WHAT YOU NEED TO DO>
Scan the lines below for the string "TOTAL". Reply with how many match, and no other words.

◇ ◇ ◇

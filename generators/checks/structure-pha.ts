/**
 * OGIP structure of a spectrum (PHA) file, from memory of OGIP/92-007 ("The OGIP Spectral File
 * Format") and its addendum 92-007a: extension SPECTRUM with column CHANNEL and COUNTS or RATE;
 * keywords HDUCLASS='OGIP', HDUCLAS1='SPECTRUM', HDUVERS (1.2.1 current; 1.1.0, 1.2.0 older),
 * HDUCLAS2 TOTAL | NET | BKG, HDUCLAS3 COUNT | RATE (matching the data column), TELESCOP,
 * INSTRUME, FILTER, EXPOSURE (s), BACKSCAL and AREASCAL (keyword or column), RESPFILE, ANCRFILE
 * ('none' allowed), POISSERR (when F, a STAT_ERR column is required), CHANTYPE, DETCHANS.
 */
import { findColumn, requiredColumns } from './columns.ts';
import { extensionPresent } from './find-hdu.ts';
import { keywordNumber, keywordOneOf, keywordPresent, keywordVersion, type KeywordTarget } from './keywords.ts';
import { makeCheck } from './make-check.ts';
import type { Check, FileView, HduView } from './types.ts';

const PHA_HDUVERS = ['1.2.1'];
const PHA_HDUVERS_TOLERATED = /^1\.[0-2]\.\d+$/;

export function checkPhaStructure(view: FileView, product: string | null): Check[] {
  const { hdu, check } = extensionPresent(view, 'pha.ext.spectrum', 'SPECTRUM extension present', ['SPECTRUM'], product);
  const out: Check[] = [check];
  if (!hdu) return out;
  const t: KeywordTarget = { idPrefix: 'pha.spectrum', hdu, product };
  const hasCounts = !!findColumn(hdu, 'COUNTS');
  const hasRate = !!findColumn(hdu, 'RATE');
  out.push(requiredColumns('pha.spectrum', hdu, ['CHANNEL'], product));
  out.push(
    makeCheck(hasCounts || hasRate ? 'pass' : 'fail', {
      id: 'pha.spectrum.data-column',
      title: 'COUNTS or RATE column present',
      product,
      measured: hasCounts ? 'COUNTS' : hasRate ? 'RATE' : null,
      tolerance: 'COUNTS | RATE',
      message: hasCounts || hasRate ? `data in ${hasCounts ? 'COUNTS' : 'RATE'}` : 'SPECTRUM has neither COUNTS nor RATE',
    }),
  );
  out.push(
    keywordOneOf(t, 'HDUCLASS', ['OGIP']),
    keywordOneOf(t, 'HDUCLAS1', ['SPECTRUM']),
    keywordVersion(t, 'HDUVERS', PHA_HDUVERS, PHA_HDUVERS_TOLERATED),
    keywordOneOf(t, 'HDUCLAS2', ['TOTAL', 'NET', 'BKG'], 'warn'),
    keywordOneOf(t, 'HDUCLAS3', hasRate && !hasCounts ? ['RATE'] : ['COUNT'], 'warn'),
    keywordPresent(t, 'TELESCOP'),
    keywordPresent(t, 'INSTRUME'),
    keywordPresent(t, 'FILTER'),
    keywordNumber(t, 'EXPOSURE', (x) => x > 0, 'number > 0', 's'),
    scaleKeywordOrColumn(t, 'BACKSCAL'),
    scaleKeywordOrColumn(t, 'AREASCAL'),
    keywordPresentAllowNone(t, 'RESPFILE'),
    keywordPresentAllowNone(t, 'ANCRFILE'),
    checkPoisserr(hdu, product),
    keywordOneOf(t, 'CHANTYPE', ['PI', 'PHA']),
    keywordNumber(t, 'DETCHANS', (x) => Number.isInteger(x) && x > 0, 'positive integer'),
  );
  return out;
}

/** BACKSCAL/AREASCAL may be a keyword or, per channel, a column (92-007). */
function scaleKeywordOrColumn(t: KeywordTarget, name: string): Check {
  if (!t.hdu.header.has(name) && findColumn(t.hdu, name)) {
    return makeCheck('pass', {
      id: `${t.idPrefix}.keyword.${name.toLowerCase()}`,
      title: `${name} value`,
      product: t.product,
      measured: 'column',
      tolerance: 'number ≥ 0 (keyword or column)',
      message: `${name} given per channel as a column`,
    });
  }
  return keywordNumber(t, name, (x) => x >= 0, 'number ≥ 0 (keyword or column)');
}

/** RESPFILE/ANCRFILE must be present; the value 'none' (or empty) is allowed by 92-007. */
function keywordPresentAllowNone(t: KeywordTarget, name: string): Check {
  const c = keywordPresent(t, name);
  if (c.status === 'fail' && t.hdu.header.has(name)) {
    return { ...c, status: 'pass', message: `${name} present and empty (no file)` };
  }
  return c;
}

function checkPoisserr(hdu: HduView, product: string | null): Check {
  const v = hdu.header.get('POISSERR');
  const base = { id: 'pha.spectrum.keyword.poisserr', title: 'POISSERR and statistical errors', product, tolerance: 'T, or F with a STAT_ERR column' };
  if (v === undefined) {
    const ok = !!findColumn(hdu, 'STAT_ERR');
    return makeCheck(ok ? 'warn' : 'fail', {
      ...base,
      message: ok ? 'POISSERR missing but a STAT_ERR column is present' : 'POISSERR is missing and there is no STAT_ERR column',
    });
  }
  if (typeof v !== 'boolean') return makeCheck('fail', { ...base, measured: String(v), message: `POISSERR = ${String(v)}; expected a logical T or F` });
  if (v) return makeCheck('pass', { ...base, measured: 'T', message: 'Poisson errors' });
  const ok = !!findColumn(hdu, 'STAT_ERR');
  return makeCheck(ok ? 'pass' : 'fail', { ...base, measured: 'F', message: ok ? 'errors in STAT_ERR' : 'POISSERR = F but there is no STAT_ERR column' });
}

◇ ◇ ◇

PROBLEM SOLUTION>
2